▶ **EXTRACTED RECORDS**
════════════════
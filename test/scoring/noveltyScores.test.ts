import { strict as assert } from 'node:assert';
import { energyNovelty, maxSoftmaxNovelty, quantileThreshold, rejectAbove } from '../../src/engine/scoring/noveltyScores';
import { rowArgmax, sigmoid, sigmoidOf, softmaxRows } from '../../src/engine/scoring/sigmoid';
import { openSetPredictions, REJECTED } from '../../src/engine/scoring/openSetPrediction';

const close = (actual: number, expected: number, tolerance = 1e-6) =>
  assert.ok(Math.abs(actual - expected) <= tolerance, `${actual} is not within ${tolerance} of ${expected}`);

describe('sigmoid and softmax', () => {
  it('sigmoid matches 1 / (1 + e^−z) and stays finite for large |z|', () => {
    close(sigmoidOf(0), 0.5);
    close(sigmoidOf(Math.log(3)), 0.75); // 1 / (1 + 1/3)
    close(sigmoidOf(-Math.log(3)), 0.25);
    const out = sigmoid(new Float32Array([1000, -1000, 80, -80]));
    assert.deepEqual(Array.from(out.slice(0, 2)), [1, 0]);
    assert.ok(out.every((v) => Number.isFinite(v)));
  });

  it('softmax rows on a hand case; argmax keeps the first maximum', () => {
    // Row [0, ln 3]: e^0 = 1, e^ln3 = 3, total 4 → [0.25, 0.75].
    const s = softmaxRows(new Float32Array([0, Math.log(3), 1000, 1000]), 2);
    close(s[0], 0.25);
    close(s[1], 0.75);
    close(s[2], 0.5);
    close(s[3], 0.5);
    assert.deepEqual(Array.from(rowArgmax(new Float32Array([1, 3, 3, 0, 2, 2]), 3)), [1, 1]);
  });
});

describe('logit novelty scores', () => {
  it('maximum-softmax novelty on a hand case', () => {
    // Row [0, ln 3]: max softmax 0.75 → novelty 0.25. Row [0, 0]: 1 − 1/2 = 0.5. Row [30, 0]: ≈ 0.
    const n = maxSoftmaxNovelty(new Float32Array([0, Math.log(3), 0, 0, 30, 0]), 2);
    close(n[0], 0.25);
    close(n[1], 0.5);
    close(n[2], 0);
    // Row [5, 5, 5, 5]: 1 − 1/4 = 0.75.
    const four = maxSoftmaxNovelty(new Float32Array([5, 5, 5, 5]), 4);
    close(four[0], 0.75);
    // Large logits: [1000, 1000, −1000] → max softmax 1/2.
    close(maxSoftmaxNovelty(new Float32Array([1000, 1000, -1000]), 3)[0], 0.5);
  });

  it('energy novelty on hand cases', () => {
    // z = [0, ln 3]: Σ e^z = 4 → E = −ln 4 = −1.386294 (T = 1).
    close(energyNovelty(new Float32Array([0, Math.log(3)]), 2)[0], -Math.log(4));
    // T = 2: z/T = [0, ln √3], Σ = 1 + √3 = 2.732051 → E = −2·ln(2.732051) = −2.010105.
    close(energyNovelty(new Float32Array([0, Math.log(3)]), 2, 2)[0], -2 * Math.log(1 + Math.sqrt(3)), 1e-5);
    // A confident row is less novel than a flat one.
    const e = energyNovelty(new Float32Array([10, 0, 0, 1, 1, 1]), 3);
    assert.ok(e[0] < e[1]);
  });

  it('energy novelty stays finite for z = 1000', () => {
    // [1000, 1000]: logsumexp = 1000 + ln 2 → −1000.693147 (float32 spacing near 1000 is 6e-5).
    const e = energyNovelty(new Float32Array([1000, 1000, -1000, -1000, 1000, -1000]), 2);
    assert.ok(e.every((v) => Number.isFinite(v)));
    close(e[0], -(1000 + Math.log(2)), 1e-4);
    close(e[1], 1000 - Math.log(2), 1e-4);
    close(e[2], -1000, 1e-4);
  });

  it('quantileThreshold leaves the top fraction strictly above', () => {
    const scores = new Float32Array([0.1, 0.9, 0.3, 0.7, 0.5, 0.2, 0.8, 0.4, 0.6, 0.0]);
    // 30 % of 10 → 3 rejected: 0.9, 0.8, 0.7; threshold = 4th largest = 0.6.
    const t = quantileThreshold(scores, 0.3);
    close(t, 0.6);
    assert.deepEqual(Array.from(rejectAbove(scores, t)), [0, 1, 0, 1, 0, 0, 1, 0, 0, 0]);
    assert.equal(quantileThreshold(scores, 0), Infinity);
    assert.equal(
      rejectAbove(scores, quantileThreshold(scores, 1)).reduce((a, b) => a + b, 0),
      10,
    );
    // Only among nodes 0..4 (0.1, 0.9, 0.3, 0.7, 0.5): 40 % → 2 rejected, threshold 0.5.
    close(quantileThreshold(scores, 0.4, new Int32Array([0, 1, 2, 3, 4])), 0.5);
    // 0.29 × 100 is 28.999999999999996 in floating point; still 29 rejected.
    const hundred = Float32Array.from({ length: 100 }, (_, i) => i);
    assert.equal(
      rejectAbove(hundred, quantileThreshold(hundred, 0.29)).reduce((a, b) => a + b, 0),
      29,
    );
    // Ties at the boundary are kept: [1, 1, 1, 2] at 50 % → threshold 1, only the 2 rejected.
    assert.equal(
      rejectAbove(new Float32Array([1, 1, 1, 2]), quantileThreshold(new Float32Array([1, 1, 1, 2]), 0.5)).reduce((a, b) => a + b, 0),
      1,
    );
    assert.throws(() => quantileThreshold(scores, 1.5), /rejectFraction/);
    assert.throws(() => quantileThreshold(new Float32Array([NaN, 1]), 0.5), /node 0 is NaN/);
  });

  it('openSetPredictions marks rejected nodes', () => {
    const p = openSetPredictions(new Float32Array([0.2, 0.7, 0.9, 0.1]), 2, new Uint8Array([0, 1]));
    assert.deepEqual(Array.from(p), [1, REJECTED]);
  });
});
════════════════
▶ **BRIEF**
Transcribe the records above exactly, beginning at the line that contains "const s = softmaxRows(new" and ending with the line that contains "it('maximum-softmax novelty on", both included, and nothing else.

▶ **TASK OUTPUT**
    const s = softmaxRows(new Float32Array([0, Math.log(3), 1000, 1000]), 2);
    close(s[0], 0.25);
    close(s[1], 0.75);
    close(s[2], 0.5);
    close(s[3], 0.5);
    assert.deepEqual(Array.from(rowArgmax(new Float32Array([1, 3, 3, 0, 2, 2]), 3)), [1, 1]);
  });
});

describe('logit novelty scores', () => {
  it('maximum-softmax novelty on a hand case', () => {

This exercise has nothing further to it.